In omkarakatta/ivqr: Instrumental Variables Quantile Regression

### Title: Pseudo-Marginal Monte Carlo Markov Chain Sampling of the Subsampling Distribution
###
### Description: See ~/BFI/5_IVQR_GP/fromGuillaume/pseudi_marginal_mcmc_subsampling_v2.pdf
### This file contains functions that will be helpful for sampling from the
### subsampling distribution of the IQR estimator. The subsampling distribution
### closely mimics the true distribution of the IQR estimator as seen in
### ~/BFI/ivqr/scrap/sim/bootstrap/subsample.R. Creating the subsampling
### distribution is quite expensive: for each subsample, we need to solve the
### IQR problem. Instead, let's try developing the subsampling distribution
### (i.e., generate samples from the subsampling distribution) without having
### to solve the problem.
###
### Bird's Eye View -------------------------
###
### Here is a bird's-eye-view of how we can sample from the subsampling distribution.

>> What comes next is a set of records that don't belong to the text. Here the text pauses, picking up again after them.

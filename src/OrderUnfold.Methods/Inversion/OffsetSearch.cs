using OrderUnfold.Instruments;

namespace OrderUnfold.Inversion;
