namespace OrderUnfold.Inversion;

/// <summary>Why a solver stopped.</summary>
public enum SolverStatus
{
    /// <summary>KKT conditions hold within the tolerance.</summary>
    Converged,

    /// <summary>The iteration limit was reached first; the solution is feasible but not optimal.</summary>
    IterationLimit,

    /// <summary>The problem produced non-finite numbers.</summary>
    InvalidValues,
}

/// <summary>
/// Result of a nonnegative least-squares solve.
/// </summary>
/// <param name="Solution">The solution vector (constrained entries ≥ 0).</param>
/// <param name="Iterations">Outer iterations (columns added).</param>
/// <param name="Removals">Columns removed from the active set along the way.</param>
/// <param name="Status">Exit reason.</param>
/// <param name="Message">Human-readable exit reason.</param>
/// <param name="KktViolation">Largest violation of the KKT conditions at the end, in gradient units
/// (max over zero entries of the positive gradient part, and over positive entries of |gradient|).</param>
/// <param name="ActiveCount">Number of nonzero (or free) entries at the end.</param>
public sealed record NnlsResult(double[] Solution, int Iterations, int Removals, SolverStatus Status, string Message, double KktViolation, int ActiveCount)
{
    /// <summary>Which solver produced the solution.</summary>
    public NnlsMethod Method { get; init; } = NnlsMethod.ActiveSet;

    /// <summary>Why that solver was chosen (empty when it was called directly).</summary>
    public string Reason { get; init; } = "";

    /// <summary>Products G x the solve used (the dense solver's cost measure; 0 when not counted).</summary>
    public int Products { get; init; }

    /// <summary>The KKT tolerance the solver aimed at, in gradient units (NaN when not recorded).</summary>
    public double Tolerance { get; init; } = double.NaN;

    /// <summary>True when the active-set solver stopped because its support grew past its limit (see
    /// <see cref="ActiveSetNnls.Options.MaxActiveCount"/>).</summary>
    public bool HandedOver { get; init; }

    /// <summary>The objective ½ xᵀGx − bᵀx of <paramref name="eq"/> at <paramref name="x"/> (one product G x), to compare
    /// two solutions of the same problem.</summary>
    public static double ObjectiveOf(INormalEquations eq, double[] x)
    {
        var gx = new double[x.Length];
        eq.Multiply(x, gx);
        var b = eq.RightHandSide;
        var f = 0.0;
        for (var j = 0; j < x.Length; j++) f += 0.5 * x[j] * gx[j] - b[j] * x[j];
        return f;
    }

    /// <summary>
    /// The KKT violation of a point x of ½ xᵀGx − bᵀx subject to x ≥ 0 (free entries unconstrained), from its gradient
    /// b − Gx: the largest |gradient| over free or positive entries and the largest positive gradient over entries at zero;
    /// also the number of free or positive entries. One definition for every solver's final check.
    /// </summary>
    public static (double Violation, int ActiveCount) KktViolationOf(ReadOnlySpan<double> b, ReadOnlySpan<double> gx, ReadOnlySpan<double> x, ReadOnlySpan<bool> free)
    {
        var kkt = 0.0;
        var active = 0;
        for (var j = 0; j < x.Length; j++)
        {
            var grad = b[j] - gx[j];
            if (free[j] || x[j] > 0)
            {
                active++;
                kkt = Math.Max(kkt, Math.Abs(grad));
            }
            else
            {
                kkt = Math.Max(kkt, Math.Max(0, grad));
            }
        }

        return (kkt, active);
    }
}

/// <summary>The NNLS solvers.</summary>
public enum NnlsMethod
{
    /// <summary>Lawson–Hanson active set (<see cref="ActiveSetNnls"/>): fast for sparse support.</summary>
    ActiveSet,

    /// <summary>Gradient projection with conjugate gradients (<see cref="DenseNnls"/>): for dense support.</summary>
    Dense,
}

### 1. propose a candidate solution to the IQR problem according to a distribution `Q`
###    (see Algorithm A below)
### 2. determine the probability `P` that the proposal is the solution to an IQR problem of a subsample
###    (see Algorithm B below)
### 3. construct the acceptance probability using `P` and `Q`; be sure to correct for the intensity of the proposals
### 4. accept or reject the proposal, and repeat the process
### 5. the set of accepted proposals = samples from the subsampling distribution
###
### This idea is not yet complete. We need to answer the following questions:
### A. How do we propose the candidate solution? That is, what is `Q`?
### B. And how do we determine `P`?
###
### Let's tackle Question A: -------------------------
###
### First, recall that the solution to the IQR problem is also a solution to a QR problem.

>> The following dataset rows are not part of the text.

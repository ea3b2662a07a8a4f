namespace OrderUnfold.Inversion;

/// <summary>The joint solve's result: the last problem, its NNLS solution, and the sweeps' origins and gains it was built with.</summary>
/// <param name="Problem">The weighted problem of the last round.</param>
/// <param name="Nnls">Its solution (spectrum, then one background per sweep).</param>
/// <param name="OffsetsHz">Frequency origin of each sweep (not yet relative to the anchor).</param>
/// <param name="Gains">Gain of each sweep relative to the first.</param>
internal sealed record JointSolution(UnfoldProblem Problem, NnlsResult Nnls, double[] OffsetsHz, double[] Gains);

/// <summary>
/// The joint solve of all sweeps on one grid: NNLS (warm-started) alternated with Gauss–Newton steps of the sweeps'
/// origins and regressions of their gains, until they settle (<see cref="UnfoldThresholds.SettledOffsetLinewidths"/>,
/// <see cref="UnfoldThresholds.SettledGainChange"/>) or <see cref="UnfoldOptions.GainRounds"/> rounds have run.
/// </summary>
internal static class JointSolve
{
    /// <summary>Runs the rounds from the origins of the offset search and the first gains.</summary>
    internal static JointSolution Run(IReadOnlyList<CalibratedSweep> sweeps, Unfolder.GridLayout layout, double[] offsets, double[] gains,
        UnfoldOptions options, IProgress<string>? progress, CancellationToken cancellationToken)
    {
        var thresholds = options.Thresholds;
        UnfoldProblem problem = null!;
        NnlsResult nnls = null!;
        // one sweep has no relative gain or offset to refine: a single solve is the answer
        var rounds = sweeps.Count == 1 ? 0 : Math.Max(1, options.GainRounds);
        (double Lambda, double Mu, double[] Gains)? jointWeights = null;
        for (var round = 0; round <= rounds; round++)
        {
            // the L1 and smoothness weights are set once from the first round's column norms, rescaled when gains move
            if (jointWeights is (double l0, double mu0, double[] g0s))
            {
                var ratio = Math.Sqrt(gains.Zip(g0s, (g, h) => (g / h) * (g / h)).Average());
                problem = new UnfoldProblem(sweeps, layout.Grid, offsets, gains, l0 * ratio, mu0 * ratio * ratio, layout.PeriodicStepHz);
            }
            else
            {
                problem = Unfolder.BuildProblem(sweeps, layout.Grid, offsets, gains, options, layout.PeriodicStepHz);
                jointWeights = (problem.L1Weight, problem.SmoothnessWeight, gains.ToArray());
            }

            nnls = NnlsSolver.Solve(problem, options.Solver, Unfolder.SolverOptions(problem, thresholds), problem.L1Weight, problem.SmoothnessWeight,
                round == 0 ? default : nnls.Solution, cancellationToken: cancellationToken);
            progress?.Report($"NNLS round {round + 1}: {nnls.ActiveCount} active entries after {nnls.Iterations} iterations ({nnls.Status})");
            if (round == rounds) break;
            (offsets, var moved) = StepOffsets(sweeps, problem, nnls.Solution, offsets, thresholds);
            (gains, var gainChange) = RefitGains(sweeps, problem, nnls.Solution, gains);
            if (moved < thresholds.SettledOffsetLinewidths && gainChange < thresholds.SettledGainChange) rounds = round + 1;
        }

        return new JointSolution(problem, nnls, offsets, gains);
    }

    /// <summary>One Gauss–Newton step of each sweep's origin but the first (which fixes the frequency origin), clamped to
    /// <see cref="UnfoldThresholds.MaxOffsetStepLinewidths"/>; also the largest step taken, in linewidths.</summary>
    private static (double[] Offsets, double MovedLinewidths) StepOffsets(IReadOnlyList<CalibratedSweep> sweeps, UnfoldProblem problem, double[] solution,
        double[] offsets, UnfoldThresholds thresholds)
    {
        var next = offsets.ToArray();
        var moved = 0.0;
        for (var k = 1; k < sweeps.Count; k++)
        {
            var lw = sweeps[k].Instrument.LinewidthHz;
            var limit = lw * thresholds.MaxOffsetStepLinewidths;
            var d = Math.Clamp(problem.OffsetStep(k, solution), -limit, limit);
            next[k] += d;
            moved = Math.Max(moved, Math.Abs(d) / lw);
        }

        return (next, moved);
    }

    /// <summary>Each sweep's gain regressed on the model of the current spectrum, relative to the first sweep's; also the
    /// largest relative change.</summary>
    private static (double[] Gains, double Change) RefitGains(IReadOnlyList<CalibratedSweep> sweeps, UnfoldProblem problem, double[] solution, double[] gains)
    {
        var spectrum = solution.AsSpan(0, problem.Grid.Count);
        var fitted = new double[sweeps.Count];
        for (var k = 0; k < sweeps.Count; k++)
        {
            var a = problem.ForwardUnscaled(k, spectrum);
            fitted[k] = GainFit.TryFit(a, sweeps[k].Signal, out var g, out _) && g > 0 && double.IsFinite(g) ? g : gains[k];
        }

        var first = fitted[0];
        var next = new double[gains.Length];
        var change = 0.0;
        for (var k = 0; k < gains.Length; k++)
        {
            next[k] = fitted[k] / first;
            change = Math.Max(change, Math.Abs(next[k] / gains[k] - 1));
        }

        return (next, change);
    }
}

### Since we know there is a semi-closed form solution to the QR problem in
### terms of the active basis, there is a way to express the solution to the
### IQR problem in terms of the active basis. This motivates the sampling of
### the IQR estimator in the following way:
###
### Algorithm A: proposing active basis and obtaining candidate solutions as a by-product
###   1. propose active basis according to some proposal distribution
###   2. compute solution to QR problem using semi-closed form expression
###   3. determine probability `phi`; this is the almost the limit distribution of the IQR estimator 
###   4. use proposal distribution and `phi` to determine acceptance probability;
###      remember to correct for the frequency of proposal
###   5. accept or reject the QR solution to come up with candidate solutions in Step 1. of the birds-eye-view
###
### There are two questions that remain:
###   A1. How do we propose the active basis?
###
### To answer A1, let's construct some weights for each of the n observations in our original data set.
### These weights will depend on the residuals obtained from solving the IQR problem using the full data set.
### The larger the residuals are in magnitude, the smaller the weights.
### Then, define Q to be a multivariate noncentral Fisher hypergeometric distribution.
### That is, the probability that the proposed active basis is comprised of
### h_{1}...h_{n} indices is proportional to the product of the corresponding
### weights for h_{1},...,h_{n}.
### Using these n indices, we can compute the solution to the IQR problem using
### the closed-form solution to the QR problem.
###
### As mentioned in the algorithm, `phi` is the almost limit distribution of the IQR estimator.
### As we've seen in the past, using the limit distribution yields really large
### confidence intervals. It makes for a good proposal distribution, which is
### why we're using it in Algorithm A.
###
### I've been writing that `phi` is "almost" the limit distribution of the IQR estimator.
### We want `phi` to be the limit distribution AFTER we restrict it to the
### support of the coefficients that solve the QR.
### Thus, if we let N denote the density of the Wald distribution and
### `\hat{\beta}` denote the result of step 2 of Algorithm A, we compute `phi`
### as follows:
### `N(\hat{\beta}) / \sum_{i \in \support(\beta)} N(i)`.
### The denominator is the sum of the limit distribution evaluated at each point in the support.
###
### At the end of Algorithm A, we will have what we need to proceed to Step 2 of the bird's-eye-view algorithm.
###
### Now, let's tackle Question B: -------------------------
###
### We actually don't need the probability that the proposed solution from Step
### 1 is the solution to an IQR problem of a subsample. We actually just need
### an unbiased estimate of this probability.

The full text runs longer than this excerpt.